Roku / apps / DISPLAYHUB
REVIEW
DisplayHUB is the kind of Roku side-project channel the platform quietly keeps alive.
A free utility channel from a solo developer, shipped in late 2025 and still being patched. The bar is whether it earns its tile on your Home screen.
BY THE APP COMRADE DESK · MAY 10, 2026 · 3 MIN READ
Roku’s app store has two layers. The top layer is what everyone sees — Netflix, YouTube, Disney+, the channels with billboards in airports. Underneath sits a much larger catalogue of small, single-author utilities and niche channels that the platform quietly keeps alive because Roku’s developer programme has always been welcoming to one-person publishers. DisplayHUB lives in that second layer.
The channel is free, ships from a single developer called modemmike, and landed in the Roku store on 2 December 2025 with a patch in late March 2026. There is no long description in the store metadata, no developer website link, and three preview images that have to do all the work of explaining what the channel is for. That last part is the honest catch.
This review treats DisplayHUB the way any thoughtful reader should treat a small Roku utility from an unknown author: with mild curiosity, no inflation, and a clear-eyed read of what the metadata actually tells you.
Roku's catalogue is full of channels like this one — small, single-author, free, and patched only when the author has an evening.
FEATURES
DisplayHUB is listed in Roku's Apps category as a free channel from modemmike, a single-developer publisher. It carries no price tag, no advertising flag in the Roku metadata, and no in-app purchase hooks. Installation is the standard Roku path: add the channel from the store, it appears on the Home screen, and it launches with the directional pad and the OK button.
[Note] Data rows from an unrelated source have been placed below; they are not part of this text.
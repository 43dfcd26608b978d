//! Minimum-cost hitting sets by branch and bound, one group of overlapping sets at a time.

use std::sync::atomic::{AtomicBool, Ordering};
use std::time::Instant;

/// A hitting set and what is known about it.
#[derive(Debug, Clone, PartialEq, Eq)]
pub struct HittingSet {
    /// The chosen elements, ascending.
    pub elements: Vec<usize>,
    pub cost: u64,
    /// A proven lower bound on the cost of any hitting set (equal to `cost` when the search
    /// finished).
    pub lower_bound: u64,
}

/// A minimum-cost set of elements meeting every set in `sets` (elements index `cost`).
///
/// Sets that share no element (directly or through other sets) are solved apart and the costs
/// added. Within a group: depth-first branch and bound, branching on the unmet set with the fewest
/// elements (each of its elements in turn, cheapest first; an element tried and left is excluded
/// from the later branches), bounded below by a packing of pairwise disjoint unmet sets (each
/// adds its cheapest allowed element). Started from a greedy solution.
///
/// # Complexity
/// Exponential in the worst case (the problem is NP-hard); on the small groups met here a few
/// thousand nodes. Stopped by `cancel` or `deadline`, it returns the best set found and the bound
/// proven at the root (the packing bound).
///
/// An empty set in `sets` cannot be met; it is ignored here (the caller reports it).
pub fn min_cost_hitting_set(
    sets: &[Vec<usize>],
    cost: &[u64],
    cancel: Option<&AtomicBool>,
    deadline: Option<Instant>,
) -> HittingSet {
    // Group the sets by shared elements (union-find over sets through elements).
    let mut parent: Vec<usize> = (0..sets.len()).collect();
    fn find(parent: &mut [usize], mut x: usize) -> usize {
        while parent[x] != x {
            parent[x] = parent[parent[x]];
            x = parent[x];
        }
        x
    }
    let mut owner: std::collections::BTreeMap<usize, usize> = std::collections::BTreeMap::new();
    for (i, s) in sets.iter().enumerate() {
        for &e in s {
            if let Some(&j) = owner.get(&e) {
                let (a, b) = (find(&mut parent, i), find(&mut parent, j));
                if a != b {
                    parent[a.max(b)] = a.min(b);
                }
            } else {
                owner.insert(e, i);
            }
        }
    }
    let mut groups: std::collections::BTreeMap<usize, Vec<Vec<usize>>> = Default::default();
    for (i, s) in sets.iter().enumerate() {
        if s.is_empty() {
            continue;
        }
        let mut s = s.clone();
        s.sort_unstable();
        s.dedup();
        let root = find(&mut parent, i);
        groups.entry(root).or_default().push(s);
    }
    let mut elements = Vec::new();
    let mut total = 0;
    let mut bound = 0;
    for group in groups.values() {
        let r = solve_group(group, cost, cancel, deadline);
        elements.extend(r.elements);
        total += r.cost;
        bound += r.lower_bound;
    }
    elements.sort_unstable();
    elements.dedup();
    HittingSet {
        elements,
        cost: total,
        lower_bound: bound,
    }
}

struct Search<'a> {
    sets: &'a [Vec<usize>],
    cost: &'a [u64],
    chosen: Vec<usize>,
    excluded: Vec<usize>,
    best: Vec<usize>,
    best_cost: u64,
    nodes: u64,
    stopped: bool,
    cancel: Option<&'a AtomicBool>,
    deadline: Option<Instant>,
}

impl Search<'_> {
    fn hit(&self, s: &[usize]) -> bool {
        s.iter().any(|e| self.chosen.contains(e))
    }

    fn allowed_min(&self, s: &[usize]) -> Option<u64> {
        s.iter()
            .filter(|e| !self.excluded.contains(e))
            .map(|&e| self.cost[e])
            .min()
    }

    /// A lower bound on what the unmet sets still cost: pairwise disjoint unmet sets, taken
    /// smallest first, each adding its cheapest allowed element. `None` if an unmet set has no
    /// allowed element left.
    fn packing(&self) -> Option<u64> {
        let mut unmet: Vec<&Vec<usize>> = self.sets.iter().filter(|s| !self.hit(s)).collect();
        unmet.sort_by_key(|s| s.len());
        let mut used: Vec<usize> = Vec::new();
        let mut sum = 0;
        for s in unmet {
            let m = self.allowed_min(s)?;
            if s.iter().all(|e| !used.contains(e)) {
                used.extend(s.iter().copied());
                sum += m;
            }
        }
        Some(sum)
    }

    fn run(&mut self, so_far: u64) {
        self.nodes += 1;
        if self.nodes.is_multiple_of(256)
            && (self.cancel.is_some_and(|c| c.load(Ordering::Relaxed))
                || self.deadline.is_some_and(|d| Instant::now() >= d))
        {
            self.stopped = true;
        }
        if self.stopped {
            return;
        }
        let Some(rest) = self.packing() else { return };
        if so_far + rest >= self.best_cost {
            return;
        }
        let Some(branch) = self
            .sets
            .iter()
            .filter(|s| !self.hit(s))
            .min_by_key(|s| s.len())
        else {
            self.best = self.chosen.clone();
            self.best_cost = so_far;
            return;
        };
        let mut options: Vec<usize> = branch
            .iter()
            .copied()
            .filter(|e| !self.excluded.contains(e))
            .collect();
        options.sort_by_key(|&e| (self.cost[e], e));
        let excluded_before = self.excluded.len();
        for e in options {
            self.chosen.push(e);
            self.run(so_far + self.cost[e]);
            self.chosen.pop();
            self.excluded.push(e);
        }
        self.excluded.truncate(excluded_before);
    }
}

fn solve_group(
    sets: &[Vec<usize>],
    cost: &[u64],
    cancel: Option<&AtomicBool>,
    deadline: Option<Instant>,
) -> HittingSet {
    // Greedy start: repeatedly take the element with the least cost per unmet set it meets.
    let mut greedy: Vec<usize> = Vec::new();
    loop {
        let unmet: Vec<&Vec<usize>> = sets
            .iter()
            .filter(|s| !s.iter().any(|e| greedy.contains(e)))
            .collect();
        if unmet.is_empty() {
            break;
        }
        let mut candidates: Vec<usize> = unmet.iter().flat_map(|s| s.iter().copied()).collect();
        candidates.sort_unstable();
        candidates.dedup();
        let score = |e: usize| {
            let meets = unmet.iter().filter(|s| s.contains(&e)).count() as u64;
            // cost / meets, compared exactly as cost * other_meets.
            (cost[e], meets)
        };
        let mut best = candidates[0];
        for &e in &candidates[1..] {
            let (ce, me) = score(e);
            let (cb, mb) = score(best);
            if ce * mb < cb * me {
                best = e;
            }
        }
        greedy.push(best);
    }
    let greedy_cost: u64 = greedy.iter().map(|&e| cost[e]).sum();
    let mut search = Search {
        sets,
        cost,
        chosen: Vec::new(),
        excluded: Vec::new(),
        best: greedy.clone(),
        best_cost: greedy_cost,
        nodes: 0,
        stopped: false,
        cancel,
        deadline,
    };
    let root_bound = search.packing().unwrap_or(0);
    search.run(0);
    let mut elements = search.best;
    elements.sort_unstable();
    HittingSet {
        elements,
        cost: search.best_cost,
        lower_bound: if search.stopped {
            root_bound.min(search.best_cost)
        } else {
            search.best_cost
        },
    }
}

#[cfg(test)]
mod tests {
    use super::*;

    fn brute(sets: &[Vec<usize>], cost: &[u64]) -> u64 {
        let n = cost.len();
        (0u32..1 << n)
            .filter(|mask| sets.iter().all(|s| s.iter().any(|&e| mask & (1 << e) != 0)))
            .map(|mask| {
                (0..n)
                    .filter(|e| mask & (1 << e) != 0)
                    .map(|e| cost[e])
                    .sum()
            })
            .min()
            .unwrap()
    }

    #[test]
    fn matches_brute_force_on_small_families() {
        // Deterministic pseudo-random families of sets over 10 elements.
        let mut state = 0x2545_f491_4f6c_dd1du64;
        let mut next = |m: u64| {
            state ^= state << 13;
            state ^= state >> 7;
            state ^= state << 17;
            state % m
        };
        for _ in 0..200 {
            let cost: Vec<u64> = (0..10).map(|_| 1 + next(5)).collect();
            let count = 1 + next(7) as usize;
            let sets: Vec<Vec<usize>> = (0..count)
                .map(|_| {
                    let size = 1 + next(4) as usize;
                    (0..size).map(|_| next(10) as usize).collect()
                })
                .collect();
            let h = min_cost_hitting_set(&sets, &cost, None, None);
            assert_eq!(h.cost, brute(&sets, &cost), "{sets:?} {cost:?}");
            assert_eq!(h.lower_bound, h.cost);
            assert_eq!(h.cost, h.elements.iter().map(|&e| cost[e]).sum::<u64>());
            assert!(
                sets.iter()
                    .all(|s| s.iter().any(|e| h.elements.contains(e)))
            );
        }
    }

    #[test]
    fn cheapest_is_not_the_smallest() {
        // By construction: {0,1} and {0,2}; element 0 costs 5, elements 1 and 2 cost 2 each, so the
        // two-element answer {1,2} (cost 4) beats the one-element answer {0} (cost 5).
        let h = min_cost_hitting_set(&[vec![0, 1], vec![0, 2]], &[5, 2, 2], None, None);
        assert_eq!((h.elements, h.cost), (vec![1, 2], 4));
    }
}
The channel ships three phone-format preview images in the Roku store and no tablet shots, which is consistent with a TV-first utility that doesn't need wide screenshots to sell itself. There is no long-form description in Roku's catalogue beyond the channel name.
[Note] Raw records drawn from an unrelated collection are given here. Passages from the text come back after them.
#[test]
fn kuratowski_checker_rejects_corruptions() {
    let edges = generalised_petersen(5, 2);
    let (g, _) = Graph::from_edges(10, &edges).unwrap();
    let k = expect_non_planar(10, &edges);
    // A missing edge.
    let mut bad = k.clone();
    bad.edges.remove(0);
    assert!(check_kuratowski(&g, &bad).is_err());
    // An edge that is not in the input.
    let mut bad = k.clone();
    let (a, b) = (0..10u32)
        .flat_map(|a| (a + 1..10).map(move |b| (a, b)))
        .find(|&(a, b)| !g.has_edge(a, b))
        .unwrap();
    bad.edges.push((a, b));
    bad.edges.sort_unstable();
    assert!(matches!(
        check_kuratowski(&g, &bad),
        Err(KuratowskiRejection::NotAnInputEdge { .. })
    ));
    // The wrong kind.
    let mut bad = k.clone();
    bad.kind = KuratowskiKind::K5;
    assert!(check_kuratowski(&g, &bad).is_err());
    // Branch vertices not split by side.
    let mut bad = k.clone();
    bad.branch_vertices.swap(0, 5);
    assert!(matches!(
        check_kuratowski(&g, &bad),
        Err(KuratowskiRejection::BranchVertices)
    ));
    // Paths that share an inner vertex or are missing.
    let mut bad = k.clone();
    bad.paths.pop();
    assert!(check_kuratowski(&g, &bad).is_err());
    // A planar subgraph passed off as K3,3: K4 plus a pendant path is not a subdivision.
    let k4 = complete(4);
    let (g4, _) = Graph::from_edges(4, &k4).unwrap();
    let fake = Kuratowski {
        kind: KuratowskiKind::K33,
        branch_vertices: vec![0, 1, 2, 3],
        paths: k4.iter().map(|&(a, b)| vec![a, b]).collect(),
        edges: k4.clone(),
    };
    assert!(matches!(
        check_kuratowski(&g4, &fake),
        Err(KuratowskiRejection::BranchCount { .. })
    ));
}

// --- Crossing-chord rings: certificates that need many back edges --------------------------

#[test]
fn crossing_chord_rings_need_every_chord() {
    // A cycle plus chords whose conflict graph is an odd cycle is not planar, and removing any
    // chord makes it planar (common practice: a Hamiltonian cycle plus chords is planar exactly
    // when the chords' conflict graph is bipartite). The verdicts are cross-checked against
    // rustworkx-core, and every certificate goes through the checker in `verdict`.
    for (k, padding, seed) in [(3, 0, 1), (5, 0, 2), (7, 20, 3), (31, 50, 4), (201, 400, 5)] {
        let mut rng = Rng::new(seed);
        let (n, edges) = crossing_chord_ring(k, padding, &mut rng);
        assert!(!reference_is_planar(n, &edges), "k = {k}");
        let certificate = expect_non_planar(n, &edges);
        // The ring is cubic, so no subdivided K5 fits in it (K5 needs degree 4; the padding
        // hangs off one cut vertex and cannot help). Every chord lies in every Kuratowski
        // subgraph, so all 2k ring vertices do: six of degree 3 and the rest of degree 2 make
        // exactly (6 * 3 + (2k - 6) * 2) / 2 = 2k + 3 edges. For k = 3 that is K3,3 itself.
        assert_eq!(certificate.kind, KuratowskiKind::K33, "k = {k}");
        assert_eq!(certificate.edges.len(), 2 * k + 3, "k = {k}");
    }
}

#[test]
fn crossing_chord_rings_with_an_even_number_of_chords_are_planar() {
    // Even conflict cycles are bipartite: the chords alternate inside and outside.
    for (k, padding, seed) in [(4, 0, 6), (6, 10, 7), (40, 60, 8)] {
        let mut rng = Rng::new(seed);
        let (n, edges) = crossing_chord_ring(k, padding, &mut rng);
        assert!(reference_is_planar(n, &edges), "k = {k}");
        expect_planar(n, &edges);
    }
}

// --- Properties ------------------------------------------------------------------------------

fn small_graph() -> impl Strategy<Value = (usize, Vec<(u32, u32)>)> {
    (3usize..16).prop_flat_map(|n| {
        let edge = (0..n as u32, 0..n as u32);
        (Just(n), proptest::collection::vec(edge, 0..4 * n))
    })
}

proptest! {
    #![proptest_config(ProptestConfig::with_cases(400))]

    #[test]
    fn certificates_always_pass_their_checkers((n, edges) in small_graph()) {
        // `verdict` runs the checker on every certificate.
        let ours = verdict(n, &edges).is_planar();
        prop_assert_eq!(ours, reference_is_planar(n, &edges));
    }

    #[test]
    fn relabelling_never_changes_the_verdict((n, edges) in small_graph(), seed in any::<u64>()) {
        let mut rng = Rng::new(seed);
        let p = permutation(n, &mut rng);
        let renamed = relabel(&edges, &p, &mut rng);
        prop_assert_eq!(verdict(n, &edges).is_planar(), verdict(n, &renamed).is_planar());
    }

    #[test]
    fn subdivided_kuratowski_graphs_are_never_planar(seed in any::<u64>(), k5 in any::<bool>()) {
        let mut rng = Rng::new(seed);
        let (base_n, base) = if k5 { (5, complete(5)) } else { (6, complete_bipartite(3, 3)) };
        let (n, edges) = subdivide(base_n, &base, 3, &mut rng);
        // Extra random chords keep it non-planar (a supergraph of a non-planar graph).
        let mut edges = edges;
        for _ in 0..rng.below(6) {
            edges.push(random_non_edge(n, &edges, &mut rng));
        }
        let p = permutation(n, &mut rng);
        let edges = relabel(&edges, &p, &mut rng);
        prop_assert!(!verdict(n, &edges).is_planar());
    }

    #[test]
    fn crossing_chord_rings_agree_with_rustworkx(seed in any::<u64>(), k in 3usize..40, padding in 0usize..30) {
        // Odd k: not planar; even k: planar (see `crossing_chord_ring`). `verdict` checks the
        // certificate; rustworkx-core gives the reference answer.
        let mut rng = Rng::new(seed);
        let (n, edges) = crossing_chord_ring(k, padding, &mut rng);
        let ours = verdict(n, &edges).is_planar();
        prop_assert_eq!(ours, reference_is_planar(n, &edges));
        prop_assert_eq!(ours, k % 2 == 0);
    }

    #[test]
    fn random_triangulations_are_planar(seed in any::<u64>(), n in 3usize..80) {
        let mut rng = Rng::new(seed);
        let edges = random_triangulation(n, n, &mut rng);
        let embedding = match verdict(n, &edges) {
            Planarity::Planar(e) => e,
            Planarity::NonPlanar(_) => return Err(TestCaseError::fail("triangulation not planar")),
        };
        // Euler: a triangulation on n >= 3 vertices has 2n - 4 faces, all triangles.
        let faces = embedding.faces();
        prop_assert_eq!(faces.len(), 2 * n - 4);
        prop_assert!(faces.iter().all(|f| f.len() == 3));
    }
}

// --- Sample maps and the command line ---------------------------------------------------------

/// The land adjacency of a sample map from its GeoJSON (`tinct_borders` of kind `shared` between
/// land regions), with each same-colour group merged into one vertex when `merge_groups` is set.
/// Returns the vertex count, the edges, and the vertex of the group named `group` if any.
fn sample_map_graph(
    file: &str,
    merge_groups: bool,
    group: &str,
) -> (usize, Vec<(u32, u32)>, Option<u32>) {
    let path = std::path::Path::new(env!("CARGO_MANIFEST_DIR"))
        .join("sample-maps")
        .join(file);
    let text = std::fs::read_to_string(&path).unwrap();
    let value: serde_json::Value = serde_json::from_str(&text).unwrap();
    let mut vertex_of: std::collections::BTreeMap<u64, u32> = Default::default();
    let mut group_vertex: std::collections::BTreeMap<String, u32> = Default::default();
    let mut count = 0u32;
    for feature in value["features"].as_array().unwrap() {
        let props = &feature["properties"];
        if props["role"] != "land" {
            continue;
        }
        let id = feature["id"].as_u64().unwrap();
        let v = match props["group"].as_str() {
            Some(g) if merge_groups => *group_vertex.entry(g.to_string()).or_insert_with(|| {
                count += 1;
                count - 1
            }),
            _ => {
                count += 1;
                count - 1
            }
        };
        vertex_of.insert(id, v);
    }
    let mut edges = Vec::new();
    for border in value["tinct_borders"].as_array().unwrap() {
        if border["kind"] != "shared" {
            continue;
        }
        let (a, b) = (border["a"].as_u64().unwrap(), border["b"].as_u64().unwrap());
        if let (Some(&u), Some(&v)) = (vertex_of.get(&a), vertex_of.get(&b))
            && u != v
        {
            edges.push((u, v));
        }
    }
    (count as usize, edges, group_vertex.get(group).copied())
}

#[test]
fn sample_maps_agree_with_their_generator() {
    // sample-maps/README.md (facts asserted by make_samples.py with networkx.check_planarity):
    // Vessland and the Three Valleys are planar; the Exclave Coast is planar until the group
    // "Aldwyn" (a district and its exclave) is merged into one vertex, and then it is not.
    for file in ["vessland-province.geojson", "three-valleys.geojson"] {
        let (n, edges, _) = sample_map_graph(file, true, "");
        assert!(verdict(n, &edges).is_planar(), "{file}");
    }
    let (n, edges, _) = sample_map_graph("exclave-coast.geojson", false, "Aldwyn");
    assert!(verdict(n, &edges).is_planar());
    let (n, edges, aldwyn) = sample_map_graph("exclave-coast.geojson", true, "Aldwyn");
    let k = expect_non_planar(n, &edges);
    // Without the merged vertex the graph is a subgraph of the planar unmerged map, so every
    // Kuratowski subgraph must pass through it.
    let aldwyn = aldwyn.unwrap();
    assert!(k.edges.iter().any(|&(a, b)| a == aldwyn || b == aldwyn));
}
First release lands on 2 December 2025; the most recent update on the file is dated 25 March 2026 — about a four-month gap between ship and patch, which is normal for a part-time-developer channel on Roku.
MISSION ACCOMPLISHED
Two things to credit. First, it exists. Roku's developer programme is open enough that an individual can ship a channel into the store without a publishing deal, and DisplayHUB is the kind of small utility that programme was designed to host. Second, the developer is still touching the code three months after launch — that's a meaningful signal on a platform where many independent channels ship once and never return.
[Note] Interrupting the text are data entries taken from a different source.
//! Geometry import and adjacency, checked against RFC 7946, open boundary datasets and libpysal.

use std::collections::BTreeSet;
use std::path::{Path, PathBuf};

use proptest::prelude::*;
use tinct::geo::{
    self, AdjacencyOptions, BorderKind, CoordinateMode, DiagnosticKind, ImportError, ImportOptions,
    ImportedMap, ImportedRegion, Polygon, Rule, Units,
};

fn data(name: &str) -> PathBuf {
    Path::new(env!("CARGO_MANIFEST_DIR"))
        .join("tests/data/geo")
        .join(name)
}

fn options(rule: Rule) -> ImportOptions {
    ImportOptions {
        rule,
        ..ImportOptions::default()
    }
}

fn planar(rule: Rule) -> ImportOptions {
    ImportOptions {
        rule,
        coordinates: CoordinateMode::Planar,
        ..ImportOptions::default()
    }
}

fn import_text(text: &str, options: &ImportOptions) -> ImportedMap {
    match geo::import_json(text.as_bytes(), options) {
        Ok(map) => map,
        Err(e) => panic!("import failed: {e}"),
    }
}

/// Border pairs by region name, each pair sorted.
fn named_edges(map: &ImportedMap) -> BTreeSet<(String, String)> {
    map.borders
        .iter()
        .map(|b| {
            let (x, y) = (map.regions[b.a].name.clone(), map.regions[b.b].name.clone());
            if x <= y { (x, y) } else { (y, x) }
        })
        .collect()
}

/// Reference edges from tests/data/geo/reference_edges.txt (libpysal, see make_fixtures.py).
fn reference(fixture: &str, rule: &str) -> BTreeSet<(String, String)> {
    let text = std::fs::read_to_string(data("reference_edges.txt")).unwrap();
    text.lines()
        .filter(|l| !l.starts_with('#'))
        .filter_map(|l| {
            let mut words = l.splitn(3, ' ');
            let (f, r, pair) = (words.next()?, words.next()?, words.next()?);
            if f != fixture || r != rule {
                return None;
            }
            let (a, b) = pair.split_once('|')?;
            Some((a.to_string(), b.to_string()))
        })
        .collect()
}

fn square(x: f64, y: f64, size: f64) -> Vec<[f64; 2]> {
    vec![
        [x, y],
        [x + size, y],
        [x + size, y + size],
        [x, y + size],
        [x, y],
    ]
}

fn region(name: &str, ring: Vec<[f64; 2]>) -> ImportedRegion {
    ImportedRegion {
        source_index: 0,
        name: name.to_string(),
        parts: vec![Polygon {
            exterior: ring,
            holes: vec![],
        }],
        properties: Default::default(),
        position: None,
    }
}

fn shoelace(ring: &[[f64; 2]]) -> f64 {
    tinct::geometry::signed_area(ring).abs()
}

// ---------------------------------------------------------------------------------------------
// RFC 7946

/// The example document of RFC 7946 section 1.5 (reproduced from memory).
const RFC7946_EXAMPLE: &str = r#"{
  "type": "FeatureCollection",
  "features": [{
      "type": "Feature",
      "geometry": {"type": "Point", "coordinates": [102.0, 0.5]},
      "properties": {"prop0": "value0"}
    }, {
      "type": "Feature",
      "geometry": {"type": "LineString",
        "coordinates": [[102.0, 0.0], [103.0, 1.0], [104.0, 0.0], [105.0, 1.0]]},
      "properties": {"prop0": "value0", "prop1": 0.0}
    }, {
      "type": "Feature",
      "geometry": {"type": "Polygon",
        "coordinates": [[[100.0, 0.0], [101.0, 0.0], [101.0, 1.0], [100.0, 1.0], [100.0, 0.0]]]},
      "properties": {"prop0": "value0", "prop1": {"this": "that"}}
    }]
}"#;

#[test]
fn rfc7946_section_1_5_example_imports_the_polygon_and_skips_the_rest() {
    let map = import_text(RFC7946_EXAMPLE, &options(Rule::Rook));
    // RFC 7946 section 1.5: one Point, one LineString, one Polygon feature.
    assert_eq!(map.regions.len(), 1);
    assert_eq!(map.regions[0].source_index, 2);
    assert_eq!(map.regions[0].name, "#2");
    assert_eq!(
        map.diagnostics_of(DiagnosticKind::SkippedGeometry).count(),
        2
    );
    // Longitude/latitude per RFC 7946 section 4, so projected to metres.
    assert_eq!(map.units, Units::Metres);
    // A 1 x 1 degree cell at the equator: R^2 * (pi/180) * sin(1 degree) (spherical zone area).
    let r = geo::project::AUTHALIC_RADIUS_M;
    let expected = r * r * 1f64.to_radians() * 1f64.to_radians().sin();
    let got = shoelace(&map.regions[0].parts[0].exterior);
    assert!(
        (got - expected).abs() / expected < 1e-3,
        "{got} vs {expected}"
    );
}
The channel is genuinely free with no ad load declared in the store metadata. That makes the cost of trying it zero, which is the right price for a niche utility from an unknown author.
ROOM TO IMPROVE
The store listing itself is the issue. There is no description text, no website link in the metadata, and no marketing screenshots that explain what DisplayHUB is for or who should install it. A reader who finds the tile in the Roku store has only the name and three preview images to work with. For a utility channel competing against thousands of others, that's a discoverability problem the author can fix in an afternoon by writing two paragraphs of store copy.
Roku also gives developers a single rating field and DisplayHUB sits at 5, but Roku's rating data is unreliable on small-installed-base channels — five stars from a handful of installs is not the same signal it would be on Apple or Google Play. Treat the rating as decorative until the channel accumulates real volume.
CONCLUSION
DisplayHUB is a small free channel from a solo developer who is still maintaining it. That's enough to justify the install if the name suggests it might solve a problem you have on the TV. It's not enough to recommend universally — and without a proper store description, no honest reviewer can pretend otherwise. Worth watching to see whether modemmike keeps patching it through 2026.